同社は2005年1月26日,2004年度(2004年4月~2005年3月)の通期連結業績の下方修正を発表した。売上高は7100億円(対前年同期比横ばい。半導体部門は6840億円),営業利益は330億円(同42%減),税引前利益は300億円(同32%減),純利益は185億円(同34%減)とした。従来予測に対する引き下げ幅は順に350億円(半導体部門は360億円),170億円,160億円,95億円。今回の下方修正は,2004年10月に続き今期2回目。
「機器メーカーの在庫調整が予想以上」
今回の下方修正に至った最大の要因は,液晶ドライバICの受注がこの3カ月で従来以上に低迷したことである。パソコンのディスプレイなど大型パネル向け,携帯電話機など中・小型パネル向けのいずれも予想を下回ったとしている。特に同社が注力している,主に日韓メーカーに向けたQVGA品など高精細の液晶パネルの下げ幅が大きかった。「当社製部品の納入先であるモジュール・メーカーや機器メーカーはJIT(just in time)を推進しているものの,実際にはある程度の在庫を抱えている。第3四半期(2004年10月~12月)にこれらの在庫を圧縮する動きがあったようで,これが部品メーカーである当社に波及した」(佐藤氏)。このほか,DVDレコーダやデジタル・テレビ向けの画像処理LSIの在庫調整も「第3四半期に予想以上に進んだ」(NECエレクトロニクス)としている。液晶ドライバIC関連の生産設備の稼働率は,80%台前半と低調。ただしシステムLSI関連の生産設備はほぼフル稼働しているもよう。
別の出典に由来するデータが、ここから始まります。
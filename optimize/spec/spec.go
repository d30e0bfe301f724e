package spec

import (
	"errors"
	"fmt"
	"math"
	"os"
	"slices"
	"strings"

	"go.yaml.in/yaml/v3"
)

// ErrInvalid is wrapped by every error about a spec or design file's content.
var ErrInvalid = errors.New("spec: invalid file")

// Families a spec may name.
const (
	Inverting    = "inverting"
	NonInverting = "noninverting"
	Difference   = "difference"
	Divider      = "divider"
	CurrentSense = "current-sense"
	LevelShift   = "level-shift"
	InAmp        = "inamp"
	// Matched is a stage built on an amplifier with matched resistors inside.
	Matched = "matched"
)

// KnownFamilies lists every family name in a stable order.
var KnownFamilies = []string{Inverting, NonInverting, Difference, Divider, CurrentSense, LevelShift, InAmp, Matched}

// Analysis methods.
const (
	WorstCase  = "worst-case"
	RSS        = "rss"
	MonteCarlo = "monte-carlo"
)

// Monte Carlo distributions.
const (
	Uniform = "uniform"
	Normal  = "normal"
)

// Range is a closed interval in SI units.
type Range struct {
	Min float64 `json:"min"`
	Max float64 `json:"max"`
}

// Span returns Max - Min.
func (r Range) Span() float64 { return r.Max - r.Min }

// Reference is the voltage a stage is referred or shifted to.
type Reference struct {
	V         float64 `json:"v"`
	Tolerance float64 `json:"tolerance"`   // fraction
	Drift     float64 `json:"drift_per_k"` // fraction per K
	SourceOhm float64 `json:"source_ohm"`  // output resistance of the reference
}

// Limits are the pass/fail limits of a spec. Zero means no limit.
type Limits struct {
	GainError      float64 `json:"gain_error"`           // max |error|, fraction
	CMRRdB         float64 `json:"cmrr_db"`              // min
	GainDrift      float64 `json:"gain_drift_per_k"`     // max, fraction per K
	OutputOffsetV  float64 `json:"output_offset_v"`      // max |offset| at the output
	OffsetDriftVK  float64 `json:"offset_drift_v_per_k"` // max, output referred
	NoiseRMSV      float64 `json:"noise_rms_v"`          // max, output referred, over the bandwidth
	NoiseDensity   float64 `json:"noise_v_per_rthz"`     // max, output referred
	BandwidthHz    float64 `json:"bandwidth_hz"`         // min closed-loop -3 dB
	InputImpedance float64 `json:"input_impedance_ohm"`  // min
}

// Analysis chooses the error-budget method.
type Analysis struct {
	Method       string `json:"method"`
	Trials       int    `json:"trials"`
	Seed         uint64 `json:"seed"`
	Distribution string `json:"distribution"`
	// Sigmas is how many standard deviations a tolerance stands for (3).
	Sigmas float64 `json:"sigmas"`
	// Yield is the fraction of Monte Carlo trials that must pass (0 = none asked).
	Yield float64 `json:"yield"`
}

// Calibration says which initial errors are trimmed once at the reference
// temperature.
type Calibration struct {
	Gain   bool `json:"gain"`
	Offset bool `json:"offset"`
}

// Build holds the figures the cost of a build depends on.
type Build struct {
	Quantity      int     `json:"quantity"`
	Attrition     float64 `json:"attrition"` // fraction
	PlacementCost float64 `json:"placement_cost"`
	LineItemCost  float64 `json:"line_item_cost"`
	Currency      string  `json:"currency"`
	// Stock is "exclude" (skip parts short of stock) or "flag".
	Stock string `json:"stock"`
}

// Spec is a signal-conditioning requirement in SI units.
type Spec struct {
	Name     string   `json:"name"`
	About    string   `json:"about"`
	Families []string `json:"families"`
	// Gain is the target transfer: V/V, or V/A for a current-sense stage.
	Gain float64 `json:"gain"`
	// Offset is the target output for zero input, V (level-shift).
	Offset float64 `json:"offset_v"`
	// Input is the signal range: differential or single-ended volts, or
	// amperes through the shunt of a current-sense stage.
	Input        Range `json:"input"`
	Differential bool  `json:"differential"`
	// CommonMode is the input common-mode range, V.
	CommonMode Range `json:"common_mode"`
	// Output is the wanted output range (level-shift), V.
	Output     Range       `json:"output"`
	Supply     Range       `json:"supply"` // Min is the negative rail, Max the positive
	Reference  *Reference  `json:"reference,omitempty"`
	SourceOhm  float64     `json:"source_ohm"`
	LoadOhm    float64     `json:"load_ohm"`  // 0 = unloaded
	LeakageA   float64     `json:"leakage_a"` // current drawn by the load, A
	Temp       Range       `json:"temperature_c"`
	TempRef    float64     `json:"temperature_ref_c"`
	Limits     Limits      `json:"limits"`
	Analysis   Analysis    `json:"analysis"`
	Calibrate  Calibration `json:"calibration"`
	Impedance  Range       `json:"impedance_ohm"`
	Build      Build       `json:"build"`
	Combos     []string    `json:"combos"` // "series", "parallel"
	Derating   float64     `json:"derating"`
	SourceFile string      `json:"-"`
}

// WorstExcursion is max(|Tmax-Tref|, |Tmin-Tref|), K (domain notes §3).
func (s *Spec) WorstExcursion() float64 {
	return math.Max(math.Abs(s.Temp.Max-s.TempRef), math.Abs(s.Temp.Min-s.TempRef))
}

// HasFamily reports whether the spec allows family f.
func (s *Spec) HasFamily(f string) bool { return slices.Contains(s.Families, f) }

// Load reads a spec file.
func Load(path string) (*Spec, error) {
	data, err := os.ReadFile(path)
	if err != nil {
		return nil, fmt.Errorf("spec %s: %w", path, err)
	}
	return Parse(data, path)
}

// problems collects every error found in one file.
type problems struct {
	kind, file string
	errs       []error
}

func (p *problems) add(field, format string, args ...any) {
	p.errs = append(p.errs, &FieldError{Kind: p.kind, File: p.file, Field: field, Msg: fmt.Sprintf(format, args...)})
}

// FieldError is one problem in a spec or design file. It matches ErrInvalid
// under errors.Is.
type FieldError struct {
	Kind  string // "spec" or "design"
	File  string
	Field string // path such as limits.cmrr or positions.R1.tolerance
	Msg   string
}

// Error returns "spec FILE: FIELD: MESSAGE".
func (e *FieldError) Error() string {
	if e.Field == "" {
		return fmt.Sprintf("%s %s: %s", e.Kind, e.File, e.Msg)
	}
	return fmt.Sprintf("%s %s: %s: %s", e.Kind, e.File, e.Field, e.Msg)
}

// Is reports true for ErrInvalid.
func (e *FieldError) Is(target error) bool { return target == ErrInvalid }

func (p *problems) err() error {
	if len(p.errs) == 0 {
		return nil
	}
	return errors.Join(p.errs...)
}

// decodeStrict unmarshals YAML refusing unknown fields.
func decodeStrict(data []byte, v any, kind, file string) error {
	dec := yaml.NewDecoder(strings.NewReader(string(data)))
	dec.KnownFields(true)
	if err := dec.Decode(v); err != nil {
		return &FieldError{Kind: kind, File: file, Msg: cleanYAMLError(err).Error()}
	}
	return nil
}

// cleanYAMLError rewrites the decoder's "field x not found in type spec.raw"
// into words a spec writer can act on.
func cleanYAMLError(err error) error {
	msg := err.Error()
	if strings.Contains(msg, "not found in type") {
		var lines []string
		for _, l := range strings.Split(msg, "\n") {
			l = strings.TrimSpace(l)
			if i := strings.Index(l, " not found in type"); i >= 0 {
				l = l[:i] + " is not a known field (check the spelling against the README of the examples)"
			}
			if l = strings.TrimPrefix(l, "yaml: unmarshal errors:"); l != "" {
				lines = append(lines, l)
			}
		}
		return errors.New(strings.Join(lines, "; "))
	}
	if err.Error() == "EOF" {
		return errors.New("file is empty")
	}
	return err
}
第4四半期の受注については,「パソコンの大型パネル向け液晶ドライバICは,在庫調整が一段落した。携帯電話機の小型パネル向け液晶ドライバICは引き続き低迷する」(佐藤氏)とみている。本業以外の部分では,第3四半期に外部の製造委託企業との契約を縮小するなどの経費削減策を講じた。この効果が第4四半期(2005年1月~3月)以降に現れ,営業利益の下げ幅を80億円圧縮するとしている。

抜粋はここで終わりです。